Spatial Indexing for OSM Extracts Jump to heading

OpenStreetMap extracts are large, densely interconnected geospatial datasets, and the pipeline challenge this guide solves is blunt: without a spatial index, every bounding-box query, point-in-polygon test, and topology join degenerates into a full linear scan of millions of primitives. A single highway=* clip against an unindexed European extract can mean reading and testing hundreds of millions of geometries per request, turning a sub-second lookup into minutes of wasted I/O — and the cost compounds on every query thereafter. The failure is silent until scale arrives: a prototype that runs fine on a city extract grinds to a halt on a continent, because the work grew linearly while the data grew super-linearly. The defence is to build a deterministic spatial index once, so spatial predicates resolve in logarithmic time and downstream analytics, quality checks, and exports read only the candidates that can possibly match. This guide sits within the broader OSM Data Fundamentals & Architecture layer, which frames why fast spatial access underpins every serious OSM workflow.

Prerequisites: Concepts to Anchor First Jump to heading

This guide assumes three foundations. First, the Node-Way-Relation Data Model: you index reconstructed geometries, and a way only becomes a line or polygon once its node references are resolved into coordinates, so reference closure governs what is indexable at all. Second, the PBF File Structure Deep Dive, because the dense, delta-encoded node arrays and block framing of .osm.pbf are what let you stream geometries into an index without loading the whole file. Third, the WGS 84 storage model in Coordinate Reference Systems in OSM — OSM stores unprojected latitude and longitude, and the choice to index in geographic versus projected coordinates changes how every bounding box is computed. Readers comfortable with those three can treat the rest of this page as an indexing reference.

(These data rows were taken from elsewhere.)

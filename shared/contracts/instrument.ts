import { z } from 'zod';
import { fixedPoints, type FixedPointName } from '#shared/domain/instrument/fixed-point.ts';
import { instrumentKinds, type InstrumentKind } from '#shared/domain/instrument/instrument.ts';
import type { CheckDue } from '#shared/domain/instrument/pyrometer-check.ts';
import type { ThermometerFault } from '#shared/domain/instrument/read-thermometer-line.ts';
import { thermocoupleTypes, type ThermocoupleType } from '#shared/domain/instrument/thermocouple.ts';
import { instant, optionalWords, temperatureC, words, type Abilities } from './common.ts';

/** Enters an instrument; its token is told once, in the answer. */
export const createInstrumentRequest = z
  .object({
    name: words(60, 'Name the instrument.'),
    kind: z.enum(instrumentKinds, { error: 'Choose what it is.' }),
    thermocouple: z.enum(thermocoupleTypes, { error: 'Choose the letter of its thermocouple.' }).nullable(),
    terminalId: z.uuid('Choose a terminal.').nullable(),
  })
  .refine(({ kind, thermocouple }) => (kind === 'thermometer') === (thermocouple !== null), {
    error: 'A thermometer has a thermocouple; nothing else has one.',
    path: ['thermocouple'],
  });
/** Enters an instrument. */
export type CreateInstrumentRequest = z.infer<typeof createInstrumentRequest>;

/** Records a check at a freezing point; `key` is made once for it. */
export const recordCheckRequest = z.object({
  key: z.uuid(),
  point: z.enum(fixedPoints, { error: 'Choose the metal.' }),
  readC: temperatureC,
  wanderC: z
    .number({ error: 'Type how far it wandered.' })
    .min(0, 'Not below 0.')
    .max(100, 'That is no plateau.'),
  note: optionalWords(500),
  checkedAt: instant.optional(),
});
/** Records a check at a freezing point. */
export type RecordCheckRequest = z.input<typeof recordCheckRequest>;

/** A temperature as the instrument gave it and with its offset, or the fault it told. */
export interface InstrumentReading {
  readonly rawC: number | null;
  readonly offsetC: number;
  /** Raw with the offset; null where the instrument told a fault. */
  readonly temperatureC: number | null;
  readonly fault: ThermometerFault | null;
  readonly takenAt: string;
  /** How long ago that was when it was answered, seconds. */
  readonly ageS: number;
}

/** One check of an instrument. */
export interface PyrometerCheck {
  readonly id: string;
  readonly point: FixedPointName;
  readonly readC: number;
  readonly wanderC: number;
  readonly offsetC: number;
  readonly uncertaintyC: number;
  /** What it found, in words. */
  readonly sentence: string;
  readonly note: string;
  readonly person: string;
  readonly checkedAt: string;
}

/** An instrument with its last reading and its last check. */
export interface Instrument {
  readonly id: string;
  readonly name: string;
  readonly kind: InstrumentKind;
  readonly thermocouple: ThermocoupleType | null;
  readonly terminal: { readonly id: string; readonly name: string; readonly bay: string } | null;
  readonly active: boolean;
  readonly createdAt: string;
  readonly revokedAt: string | null;
  readonly lastReading: InstrumentReading | null;
  readonly lastCheck: PyrometerCheck | null;
  /** Null for a balance, which is not checked against freezing points. */
  readonly due: CheckDue | null;
  readonly abilities: Abilities<'revoke' | 'check'>;
}

/** An instrument just entered, with the token that is told this once. */
export interface CreatedInstrument {
  readonly instrument: Instrument;
  readonly token: string;
}
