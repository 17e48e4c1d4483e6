import { z } from 'zod';
import type { Contents } from '#shared/domain/metal/contents.ts';
import {
  metalPlaces,
  movementKinds,
  type MetalPlace,
  type MovementKind,
} from '#shared/domain/metal/ledger.ts';
import { massOrNoneG, words, type Abilities } from './common.ts';
import { countersign } from './lot.ts';

/** A page of movements, newest first; `before` is the id of the last one seen. */
export const listMovementsQuery = z.object({
  lotId: z.uuid().optional(),
  meltId: z.uuid().optional(),
  kind: z.enum(movementKinds).optional(),
  place: z.enum(metalPlaces).optional(),
  before: z
    .string()
    .regex(/^\d{1,18}$/)
    .optional(),
  limit: z.coerce.number().int().min(1).max(500).default(100),
});

/** Path parameter naming one movement. */
export const movementParams = z.object({
  id: z.string().regex(/^\d{1,18}$/, 'That is not a movement of ours.'),
});

/** Corrects a movement to what it should have been by a counter-movement; 0 undoes it. */
export const correctMovementRequest = z.object({
  key: z.uuid(),
  rightMassG: massOrNoneG,
  reason: words(500, 'Say what was wrong.'),
  countersign,
});
/** Corrects a movement. */
export type CorrectMovementRequest = z.input<typeof correctMovementRequest>;

/** One movement of metal. */
export interface Movement {
  readonly id: string;
  readonly kind: MovementKind;
  readonly from: MetalPlace;
  readonly to: MetalPlace;
  readonly massG: number;
  readonly contentsMg: Contents;
  readonly lot: { readonly id: string; readonly code: string; readonly name: string } | null;
  readonly melt: { readonly id: string; readonly code: string } | null;
  readonly reason: string;
  /** The movement it corrects. */
  readonly correctsId: string | null;
  readonly person: string;
  readonly countersignedBy: string | null;
  readonly terminal: string | null;
  readonly occurredAt: string;
  readonly recordedAt: string;
  readonly abilities: Abilities<'correct'>;
}

/** A page of movements. */
export interface MovementPage {
  readonly movements: readonly Movement[];
  readonly next: string | null;
}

Indexing Architectures for OSM Primitives Jump to heading

OSM’s node-way-relation model demands indexing at multiple geometric granularities. Nodes store raw WGS 84 coordinates; ways define linear or polygonal geometries through ordered node references; relations encode multipolygon, route, and administrative hierarchies. A production index strategy must align with these primitives while accounting for tag-based filtering and the wide density gradient between dense urban cores and sparse rural extents. Three families of index dominate OSM work, and they are complementary rather than competing.

R-tree (bounding-box hierarchies): Optimized for arbitrary polygon, line, and point queries. Disk-backed implementations via libspatialindex (exposed in Python through rtree) provide efficient pruning for spatial joins and bounding-box filters by storing a tree of minimum bounding rectangles (MBRs). R-trees excel when query extents are irregular or when feature density varies sharply across a region, because the tree adapts its node shapes to the data.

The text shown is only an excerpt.